ABOUT THIS TASK
Below are entries; tally how many lines hold the string "filter" and answer with only that figure.

Items listed in a dataset:
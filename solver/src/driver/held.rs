//! Parts that nothing holds: before the first iteration, each connected
//! part of the mesh is checked, stage by stage, for rigid-body motions that
//! its prescribed components (supports, motions, bonded inserts) leave free
//! — translations and rotations in 3-D and plane strain, the axial
//! translation in an axisymmetric model (its radial motion strains the
//! part, so it is not rigid). Such a part has a singular stiffness and
//! would only fail later as a generic non-convergence.
//!
//! A part may be held by what cannot be seen before solving: contact with a
//! rigid surface (with or without stabilization springs) holds it once
//! touching, so a model with rigid surfaces, or a stage with
//! stabilization, is not checked.

use nalgebra::{DMatrix, SymmetricEigen};

use super::stages::StageProgram;
use crate::assembly::Discretization;
use crate::element::Analysis;

/// A part left free in a stage.
#[derive(Debug, Clone, PartialEq)]
pub struct Unheld {
    /// Index and name of the stage.
    pub stage: usize,
    /// Name of the stage.
    pub stage_name: String,
    /// The part: its number of nodes and one node of it (0-based).
    pub nodes: usize,
    /// One node of the part (0-based).
    pub first_node: usize,
    /// Each free motion in words, e.g. "translation along y".
    pub free: Vec<String>,
}

impl From<Unheld> for crate::error::SolveError {
    fn from(u: Unheld) -> Self {
        crate::error::SolveError::Unheld { stage: u.stage_name, node: u.first_node, nodes: u.nodes, free: u.free.join(", ") }
    }
}

/// The free parts of every stage (the first stage where any part is free).
pub fn unheld(disc: &Discretization, programs: &[StageProgram]) -> Option<Unheld> {
    let model = disc.model;
    if !model.rigid.is_empty() {
        return None;
    }
    let parts = parts(disc);
    for (si, prog) in programs.iter().enumerate() {
        if model.stages[si].controls.stabilization > 0.0 {
            continue;
        }
        for nodes in &parts {
            let free = free_motions(disc, nodes, &prog.prescribed);
            if !free.is_empty() {
                return Some(Unheld {
                    stage: si,
                    stage_name: model.stages[si].name.clone(),
                    nodes: nodes.len(),
                    first_node: nodes[0],
                    free,
                });
            }
        }
    }
    None
}

/// The node lists of the mesh's connected parts (nodes of no element left out).
fn parts(disc: &Discretization) -> Vec<Vec<usize>> {
    let mesh = disc.mesh();
    let mut parent: Vec<usize> = (0..mesh.node_count()).collect();
    fn root(parent: &mut [usize], mut a: usize) -> usize {
        while parent[a] != a {
            parent[a] = parent[parent[a]];
            a = parent[a];
        }
        a
    }
    let mut used = vec![false; mesh.node_count()];
    for e in 0..mesh.element_count() {
        let nodes = mesh.element_nodes(e);
        for &n in nodes {
            used[n] = true;
            let (a, b) = (root(&mut parent, nodes[0]), root(&mut parent, n));
            parent[a.max(b)] = a.min(b);
        }
    }
    let mut by_root: std::collections::BTreeMap<usize, Vec<usize>> = Default::default();
    for n in (0..mesh.node_count()).filter(|&n| used[n]) {
        let r = root(&mut parent, n);
        by_root.entry(r).or_default().push(n);
    }
    by_root.into_values().collect()
}

/// The rigid motions of a part: name and value at node position `x`
/// (relative to the part's centre, over its size) for component `i`.
type Mode = (&'static str, fn([f64; 3], usize) -> f64);

fn modes(analysis: Analysis) -> &'static [Mode] {
    const SOLID: [Mode; 6] = [
        ("translation along x", |_, i| f64::from(u8::from(i == 0))),
        ("translation along y", |_, i| f64::from(u8::from(i == 1))),
        ("translation along z", |_, i| f64::from(u8::from(i == 2))),
        ("rotation about x", |x, i| [0.0, -x[2], x[1]][i]),
        ("rotation about y", |x, i| [x[2], 0.0, -x[0]][i]),
        ("rotation about z", |x, i| [-x[1], x[0], 0.0][i]),
    ];
    const PLANE: [Mode; 3] = [
        ("translation along x", |_, i| f64::from(u8::from(i == 0))),
        ("translation along y", |_, i| f64::from(u8::from(i == 1))),
        ("rotation about z", |x, i| [-x[1], x[0], 0.0][i]),
    ];
    const AXISYMMETRIC: [Mode; 1] = [("translation along z", |_, i| f64::from(u8::from(i == 1)))];
    match analysis {
        Analysis::Solid3d => &SOLID,
        Analysis::PlaneStrain { .. } => &PLANE,
        Analysis::Axisymmetric => &AXISYMMETRIC,
    }
}

/// The rigid motions of the part `nodes` that its prescribed dofs leave
/// free, in words: the null space of Σ m mᵀ over its prescribed dofs, m
/// the rigid modes' values there (rotations scaled by the part's size).
fn free_motions(disc: &Discretization, nodes: &[usize], prescribed: &[bool]) -> Vec<String> {
    let (dim, mesh) = (disc.dim, disc.mesh());
    let modes = modes(disc.model.analysis);
    let k = modes.len();
    let mut centre = [0.0; 3];
    for &n in nodes {
        (0..3).for_each(|j| centre[j] += mesh.nodes[n][j] / nodes.len() as f64);
    }
    let size = nodes
        .iter()
        .map(|&n| (0..3).map(|j| (mesh.nodes[n][j] - centre[j]).powi(2)).sum::<f64>().sqrt())
        .fold(0.0, f64::max)
        .max(f64::MIN_POSITIVE);
    let mut g = DMatrix::<f64>::zeros(k, k);
    let mut held = 0usize;
    for &n in nodes {
        let x = [0, 1, 2].map(|j| (mesh.nodes[n][j] - centre[j]) / size);
        for i in (0..dim).filter(|&i| prescribed[n * dim + i]) {
            held += 1;
            let m: Vec<f64> = modes.iter().map(|(_, f)| f(x, i)).collect();
            for a in 0..k {
                for b in 0..k {
                    g[(a, b)] += m[a] * m[b];
                }
            }
        }
    }
    if held == 0 {
        return modes.iter().map(|(name, _)| name.to_string()).collect();
    }
    let eig = SymmetricEigen::new(g);
    let largest = eig.eigenvalues.iter().copied().fold(0.0, f64::max);
    let mut free = Vec::new();
    for (j, &value) in eig.eigenvalues.iter().enumerate() {
        if value > 1e-9 * largest {
            continue;
        }
        let v = eig.eigenvectors.column(j);
        // Name the mode by its largest components (a combination reads "a + b").
        let top = v.iter().map(|c| c.abs()).fold(0.0, f64::max);
        let names: Vec<&str> = modes.iter().zip(v.iter()).filter(|(_, c)| c.abs() > 0.3 * top).map(|((name, _), _)| *name).collect();
        free.push(names.join(" + "));
    }
    free
}

#[cfg(test)]
mod tests {
    use super::*;
    use crate::material::{registry, VolumetricForm};
    use crate::model::{Formulation, Model, Stage, Support};
    use olli_mesh::generate;

    fn block(supports: Vec<Support>) -> Model {
        let mesh = generate::rectangle(&generate::RectangleParams { size: [2.0, 1.0], divisions: [2, 1], ..Default::default() }).unwrap();
        let material =
            registry::material("neo-hookean", &[("shear_modulus", 1.0), ("bulk_modulus", 100.0)], VolumetricForm::Quadratic).unwrap();
        let mut model =
            Model::single_region(mesh, Analysis::PlaneStrain { thickness: 1.0 }, std::sync::Arc::new(material), Formulation::Mixed);
        model.stages.push(Stage { name: "s".into(), supports, ..Default::default() });
        model
    }

    fn free_of(model: &Model) -> Vec<String> {
        let disc = Discretization::new(model).unwrap();
        let (programs, _) = super::super::stages::resolve(&disc).unwrap();
        unheld(&disc, &programs).map(|u| u.free).unwrap_or_default()
    }

    /// Rigid-body kinematics of a plane body (any mechanics text): a body
    /// held in x and y along one edge is fixed; held in y only along an edge
    /// it can still slide along x; held at one edge in x only it can slide
    /// along y; held nowhere, both translations and the rotation are free.
    #[test]
    fn free_motions_of_a_plane_block() {
        let both = Support { set: "bottom".into(), components: [true, true, false] };
        assert!(free_of(&block(vec![both])).is_empty());
        let roller = Support { set: "bottom".into(), components: [false, true, false] };
        assert_eq!(free_of(&block(vec![roller])), ["translation along x"]);
        let wall = Support { set: "left".into(), components: [true, false, false] };
        assert_eq!(free_of(&block(vec![wall])), ["translation along y"]);
        assert_eq!(free_of(&block(vec![])).len(), 3);
    }

    /// Two unit squares of different materials, the left one held along its
    /// bottom: `joined` says whether the right square uses the left one's
    /// nodes where they meet (`corner`: they meet at one corner, else along
    /// the edge x = 1) or has nodes of its own there.
    fn two_squares(joined: bool, corner: bool) -> Model {
        let mut mesh = olli_mesh::Mesh::new(2);
        for p in [[0.0, 0.0], [1.0, 0.0], [1.0, 1.0], [0.0, 1.0]] {
            mesh.add_node([p[0], p[1], 0.0]);
        }
        let (y0, y1) = if corner { (1.0, 2.0) } else { (0.0, 1.0) };
        let own = |mesh: &mut olli_mesh::Mesh, x: f64, y: f64| mesh.add_node([x, y, 0.0]);
        let a = if joined && !corner { 1 } else { own(&mut mesh, 1.0, y0) };
        let b = own(&mut mesh, 2.0, y0);
        let c = own(&mut mesh, 2.0, y1);
        let d = if joined { 2 } else { own(&mut mesh, 1.0, y1) };
        mesh.add_element(olli_mesh::ElementKind::Quad4, &[0, 1, 2, 3]);
        mesh.add_element(olli_mesh::ElementKind::Quad4, &[a, b, c, d]);
        mesh.node_sets.insert("base".into(), vec![0, 1]);
        let law = |mu: f64| {
            std::sync::Arc::new(
                registry::material("neo-hookean", &[("shear_modulus", mu), ("bulk_modulus", 100.0 * mu)], VolumetricForm::Quadratic)
                    .unwrap(),
            )
        };
        let mut model = Model::single_region(mesh, Analysis::PlaneStrain { thickness: 1.0 }, law(1.0), Formulation::Mixed);
        model.regions[0].elements = vec![0];
        let mut stiff = model.regions[0].clone();
        (stiff.name, stiff.elements, stiff.material) = ("stiff".into(), vec![1], law(10.0));
        model.regions.push(stiff);
        let base = Support { set: "base".into(), components: [true, true, false] };
        model.stages.push(Stage { name: "s".into(), supports: vec![base], ..Default::default() });
        model
    }

    /// Regions meet through shared nodes only (no element holds nodes of
    /// both): sharing the edge's nodes, or a single corner node, makes one
    /// part, held through its left square; with nodes of its own at the
    /// interface the right square is a part of its own and free in every
    /// rigid motion of a plane body.
    #[test]
    fn parts_joined_only_through_shared_nodes_count_as_one() {
        assert!(free_of(&two_squares(true, false)).is_empty());
        assert!(free_of(&two_squares(true, true)).is_empty());
        let split = two_squares(false, false);
        let disc = Discretization::new(&split).unwrap();
        let (programs, _) = super::super::stages::resolve(&disc).unwrap();
        let free = unheld(&disc, &programs).expect("the right square is free");
        assert_eq!((free.nodes, free.first_node), (4, 4));
        assert_eq!(free.free, ["translation along x", "translation along y", "rotation about z"]);
    }
}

EXERCISE SOLUTION
3